Peters v. Chrysler Corporation

295 A.2d 702 (1972)

James E. PETERS, Claimant-Appellant,
v.
CHRYSLER CORPORATION, Employer-Appellee.

Supreme Court of Delaware.

July 27, 1972.

John Biggs, III, of Biggs & Battaglia, Wilmington, for claimant-appellant.

Carl Schnee, of Tybout, Redfearn & Schnee, Wilmington, for employer-appellee.

Before WOLCOTT, C. J., and CAREY and HERRMANN, JJ.

*703 CAREY, Justice:

In this workmen's compensation case, the claimant, James E. Peters, has appealed from an order of the Superior Court in favor of Chrysler Corporation, employer, affirming a decision of the Industrial Accident Board. The question presented is whether the claimant is entitled to compensation under 19 Del.C. § 2326(g), which reads as follows:

"(g) The Board shall award proper and equitable compensation for the loss of any member or part of the body or loss of use of any member or part of the body up to 300 weeks which shall be paid at the rate of 662/3 per centum of his weekly wages, but no compensation shall be awarded when such loss was caused by the loss of or the loss of use of a member of the body for which compensation payments are already provided by the terms of this section."

The claimant injured his back in September, 1958. § 2326(g), quoted above, became effective in May, 1959. In January, 1959, an orthopedist determined that the claimant had a partial disability of 15%. In January, 1963, his back was giving him more trouble and his partial disability increased to 30%. At that time, the orthopedist surgically attempted a fusion of the back. The operation was unsuccessful, however and a second fusion was done in October, 1964. It was successful to the extent that it reduced claimant's disability to the original 15%. Thereafter, his back gave him periodic difficulty, but in 1968, the doctors determined that further surgical intervention was not warranted.

During the course of the 1963 operation, the orthopedist discovered a previously-undiagnosed congenital deformity in claimant's back. At the hearing, he stated that the 15% disability was the result of aggravation of the congenital deformity. He also testified that this disability was permanent, and that the permanency existed as early as January, 1959.

It is the claimant's contention that his injury was not a permanent "loss of use" within the meaning of the statute until 1968, when the doctors concluded that no further surgery should be attempted. He claims that compensation should be awarded for permanent partial disability as determined by the statute in effect on that date.

The employer contends that there was a permanent loss of use as early as January, 1959; that § 2326(g) contains nothing to indicate a legislative intent that it shall be retroactively applied; and that to apply it in this case would constitute a retroactive application.

In denying claimant's claim, the Industrial Accident Board specifically relied *704 upon an unreported decision of the Superior Court, as did the Superior Court in this case. That decision was based upon the theory that the compensation act forms a part of one's contract of hire, and that it is the contract of hire in existence on the date of the accidental injury which fixes the respective rights and obligations of the parties. Although we agree with the result, we disagree with that theory, at least with respect to a case like the present one. The compensation allowed under § 2326(g) is for a permanent disability, and there can be no award for it until such disability can be proven. The governing statute is the one in effect at the time the disability becomes permanent, and not at the time of the injury. Sherry v. Crescent Company, 101 R.I. 703, 226 A.2d 819 (1967); Allen v. Kalamazoo Paraffine Co., 312 Mich. 575, 20 N.W.2d 731 (1945).

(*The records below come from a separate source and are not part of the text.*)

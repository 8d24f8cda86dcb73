"""How much sap makes how much syrup."""

from . import sucrose
from ._bounds import at_least_zero, within


def sap_per_syrup(sap_brix: float, syrup_brix: float) -> float:
    """Return volumes of sap or concentrate (0.1–85 °Bx) for one of syrup, both at 20 °C.

    The syrup must not be thinner than the sap. Raises ValueError out of range. Source: mass balance
    of solids without losses; ± 0.1 °Bx of sap at 2 °Bx is ± 5 % of the result.
    """
    within("Sap Brix", sap_brix, 0.1, 85.0, "°Bx")
    within("Syrup Brix", syrup_brix, sap_brix, 85.0, "°Bx")
    solids = syrup_brix * sucrose.density(syrup_brix, 20.0)
    return solids / (sap_brix * sucrose.density(sap_brix, 20.0))


def rule_of_86(sap_brix: float) -> float:
    """Return volumes of sap for one of syrup by the rule 86 ÷ °Bx, for sap of 0.1–8 °Bx.

    It means syrup of about 65.5 °Bx and overstates concentrate by 6 % at 15 °Bx, so stronger feed
    raises ValueError. Source: Jones (1946).
    """
    return 86.0 / within("Sap Brix", sap_brix, 0.1, 8.0, "°Bx")


def revised_rule(sap_brix: float) -> float:
    """Return volumes of sap or concentrate (0.1–66 °Bx) for one of syrup of 66.0 °Bx.

    87.1 ÷ °Bx − 0.32; within 0.03 of the mass balance from 8 °Bx. Raises ValueError out of range.
    Source: Perkins and Isselhardt (2013); the offset from memory, proved by the mass balance.
    """
    return 87.1 / within("Sap Brix", sap_brix, 0.1, 66.0, "°Bx") - 0.32


def expected_syrup(sap_volume: float, sap_brix: float, syrup_brix: float) -> float:
    """Return the volume of syrup, in the sap's unit, that a volume of sap can give at most.

    Ranges, errors and source: as ``sap_per_syrup``; a volume below 0 raises ValueError.
    """
    at_least_zero("Sap volume", sap_volume, "volume units")
    return sap_volume / sap_per_syrup(sap_brix, syrup_brix)
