"""Colour classes by light transmittance at 560 nm, 10 mm, glycerol as 100 %."""

import math
from collections.abc import Sequence
from decimal import ROUND_DOWN, Decimal

from ._bounds import within

GOLDEN, AMBER, DARK, VERY_DARK = "golden", "amber", "dark", "very-dark"


def grade_class(transmittance: float) -> str:
    """Return the class of a transmittance of 0–100 %Tc, compared unrounded with 75, 50, 25.

    Source: Canadian Grade Compendium Vol. 7; US Standards for Grades of Maple Syrup (2015).
    """
    value = within("Transmittance", transmittance, 0.0, 100.0, "%Tc")
    for edge, name in ((75.0, GOLDEN), (50.0, AMBER), (25.0, DARK)):
        if value >= edge:
            return name
    return VERY_DARK


def shown(transmittance: float) -> str:
    """Return the value cut, never rounded up, to one decimal."""
    return str(Decimal(str(transmittance)).quantize(Decimal("0.1"), ROUND_DOWN))


def blend_transmittance(parts: Sequence[tuple[float, float]]) -> float:
    """Return the estimated %Tc of (volume, %Tc) parts: absorbances add (Beer–Lambert).

    An estimate, never a grade: no published measurements of blends were found.
    """
    total = sum(volume for volume, _ in parts)
    if total <= 0:
        raise ValueError("A blend needs a volume above zero.")
    absorbance = 0.0
    for volume, value in parts:
        within("Transmittance", value, 0.01, 100.0, "%Tc")
        absorbance -= volume / total * math.log10(value / 100)
    return 100 * 10**-absorbance
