"""The curves of a sucrose solution without range checks, for the modules that check."""

from . import water

# Polynomial of Bubnik, Kadlec, Urban and Bruhns, Sugar Technologists Manual (1995) p. 164: one row
# for each power of (t − 20)/100, one column for each power of the mass fraction from the first.
_DENSITY = (
    (385.1761, 135.3705, 40.9299, -3.9643, 13.4853, -17.2890),
    (-46.2720, -7.1720, 1.1597, 5.1126, 17.5254),
    (59.7712, 7.2491, 12.3630, -35.4791),
    (-47.2207, -21.6977, 27.6301),
    (18.3184, 12.3081),
)
_INDEX = (1.3329871451, 0.1427351698, 0.0549050339, 0.0115138402, 0.0140131089, -0.0098869531)
_PER_KELVIN = (-8.98247e-5, -1.430604e-4, -6.387489e-6)
_PER_KELVIN_SQUARED = (-1.744739e-6, 5.145e-6, -5.13667e-6)
_PER_KELVIN_CUBED = 1.186404e-8

# The tables print cold corrections of plain water, whose true value lies below zero.
LOWEST = -3.0
HIGHEST = 85.0


def _polynomial(coefficients: tuple[float, ...], x: float) -> float:
    total = 0.0
    for coefficient in reversed(coefficients):
        total = total * x + coefficient
    return total


def density(brix: float, celsius: float) -> float:
    """Return kg/m³; raises ValueError for a temperature outside 0–105 °C."""
    w, tau = brix / 100, (celsius - 20) / 100
    rows = tuple(_polynomial(row, w) * w for row in _DENSITY)
    return water.density(celsius) + _polynomial(rows, tau)


def refractive_index(brix: float, celsius: float) -> float:
    """Return the index in air at 589.3 nm, from fits named in ``sucrose.refractive_index``."""
    w, d = brix / 100, celsius - 20
    bend = _polynomial(_PER_KELVIN_SQUARED, w) + d * _PER_KELVIN_CUBED
    return _polynomial(_INDEX, w) + d * (_polynomial(_PER_KELVIN, w) + d * bend)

In the usual case, the date as of which permanency becomes fixed can be proven only by expert medical testimony; that date could conceivably be the date of the injury, but usually it is sometime thereafter, and during the interval, the doctor is attempting to bring about a complete recovery; he cannot say that the condition is permanent until his efforts have failed. An example of this nature is LeBrun v. Woonsocket Spinning Co., 106 R.I. 253, 258 A.2d 562 (1969), in which the Court said:

"... [W]here, after sustaining an injury involving the loss of use, the employee submits to medical or surgical intervention in an effort to restore use to the bodily member or to ameliorate the injury, the time at which a determination of the permanence of the loss of use is to be made is when medical science has concluded that further such intervention would be of no avail ... [W]hatever the proportion of the loss of use may be, it becomes permanent in these situations when sound medical opinion takes the position that science can do no more." 258 A.2d at 564-565.

The present case, of course, differs from LeBrun, supra. In that case, the employee's hand was injured; over an extended period, the physician tried to improve the condition but could not; eventually he decided that it was a permanent loss. Here the doctor did not actually ascertain existence of the permanency until the operation in 1963, at which time he was able to see the congenital deformity which had been aggravated by the accident. But having seen it, he was able to say very definitely that the permanent disability of 15% existed as early as January, 1959. The date thus fixed was prior to the statute which created the right to compensation for this type of injury. Moore v. Chrysler Corporation, Del.Supr., 233 A.2d 53 (1967). It is clear, therefore, that the Board was correct in its ultimate conclusion.

The decision below is accordingly affirmed.